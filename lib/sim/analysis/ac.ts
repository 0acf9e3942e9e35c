/**
 * Small-signal AC: linearise every device at the operating point (the converged Newton Jacobian G, plus the
 * capacitance/inductance matrix C of dq/dv at the OP), then solve (G + jωC)·x = b per frequency with a complex LU
 * (Vlach & Singhal 1994, ch. on frequency-domain analysis; REFERENCES §2.1). Frequencies log-spaced.
 */
import { type Circuit, MODE_DC } from "../circuit";
import { SimError } from "../errors";
import { luFactorComplex, luSolveComplex } from "../lu";
import type { AcResult, ComplexColumn } from "../results";
import { runOp } from "./dc";
import { checkBudget, loadAll } from "./newton";

export function logFrequencies(fStart: number, fStop: number, perDecade: number): Float64Array {
  const decades = Math.log10(fStop / fStart);
  const count = Math.max(1, Math.floor(decades * perDecade + 1e-9) + 1);
  const f = new Float64Array(count);
  for (let i = 0; i < count; i++) f[i] = fStart * Math.pow(10, i / perDecade);
  return f;
}

export function runAc(c: Circuit, fStart: number, fStop: number, perDecade: number, onProgress?: (f: number) => void, skipOp = false): AcResult {
  if (!skipOp) runOp(c);
  c.mode = MODE_DC;
  loadAll(c); // Jacobian at the OP
  const size = c.mat.length;
  const g = c.mat.slice(0, size);
  const cap = new Float64Array(size);
  for (const el of c.elements) el.loadCap(c, cap);
  const freq = logFrequencies(fStart, fStop, perDecade);
  const count = freq.length;
  const nodes: Record<string, ComplexColumn> = {};
  const currents: Record<string, ComplexColumn> = {};
  for (const n of c.userNodeNames) nodes[n] = { re: new Float64Array(count), im: new Float64Array(count) };
  for (const el of c.elements) currents[el.name] = { re: new Float64Array(count), im: new Float64Array(count) };
  const re = new Float64Array(size), im = new Float64Array(size);
  const br = new Float64Array(c.stride), bi = new Float64Array(c.stride);
  const out = new Float64Array(2);
  const n = c.n;
  for (let k = 0; k < count; k++) {
    const w = 2 * Math.PI * freq[k];
    re.set(g);
    for (let i = 0; i < size; i++) im[i] = w * cap[i];
    br.fill(0); bi.fill(0);
    for (const el of c.elements) el.loadAc(c, br, bi);
    const bad = luFactorComplex(re, im, n, c.stride, c.piv);
    if (bad >= 0) throw new SimError("singular", `Singular AC matrix at ${c.unknownNames[bad]} at ${freq[k].toPrecision(4)} Hz`);
    luSolveComplex(re, im, n, c.stride, c.piv, br, bi);
    br[n] = 0; bi[n] = 0;
    for (let i = 0; i < c.userNodeNames.length; i++) {
      const col = nodes[c.userNodeNames[i]];
      col.re[k] = br[i]; col.im[k] = bi[i];
    }
    for (const el of c.elements) {
      el.acCurrent(c, br, bi, w, out);
      const col = currents[el.name];
      col.re[k] = out[0]; col.im[k] = out[1];
    }
    if ((k & 31) === 31) {
      checkBudget(c);
      if (c.shouldStop?.()) throw new SimError("cancelled", "Simulation cancelled");
      onProgress?.(k / count);
    }
  }
  return { kind: "ac", freq, nodes, currents };
}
● ● ●
◆ What you will do ◆
Each line from the one containing "const currents: Record<string, ComplexColumn>" through the end of the material should be restated word for word; leave out every line before it.

◆ Worked solution ◆
  const currents: Record<string, ComplexColumn> = {};
  for (const n of c.userNodeNames) nodes[n] = { re: new Float64Array(count), im: new Float64Array(count) };
  for (const el of c.elements) currents[el.name] = { re: new Float64Array(count), im: new Float64Array(count) };
  const re = new Float64Array(size), im = new Float64Array(size);
  const br = new Float64Array(c.stride), bi = new Float64Array(c.stride);
  const out = new Float64Array(2);
  const n = c.n;
  for (let k = 0; k < count; k++) {
    const w = 2 * Math.PI * freq[k];
    re.set(g);
    for (let i = 0; i < size; i++) im[i] = w * cap[i];
    br.fill(0); bi.fill(0);
    for (const el of c.elements) el.loadAc(c, br, bi);
    const bad = luFactorComplex(re, im, n, c.stride, c.piv);
    if (bad >= 0) throw new SimError("singular", `Singular AC matrix at ${c.unknownNames[bad]} at ${freq[k].toPrecision(4)} Hz`);
    luSolveComplex(re, im, n, c.stride, c.piv, br, bi);
    br[n] = 0; bi[n] = 0;
    for (let i = 0; i < c.userNodeNames.length; i++) {
      const col = nodes[c.userNodeNames[i]];
      col.re[k] = br[i]; col.im[k] = bi[i];
    }
    for (const el of c.elements) {
      el.acCurrent(c, br, bi, w, out);
      const col = currents[el.name];
      col.re[k] = out[0]; col.im[k] = out[1];
    }
    if ((k & 31) === 31) {
      checkBudget(c);
      if (c.shouldStop?.()) throw new SimError("cancelled", "Simulation cancelled");
      onProgress?.(k / count);
    }
  }
  return { kind: "ac", freq, nodes, currents };
}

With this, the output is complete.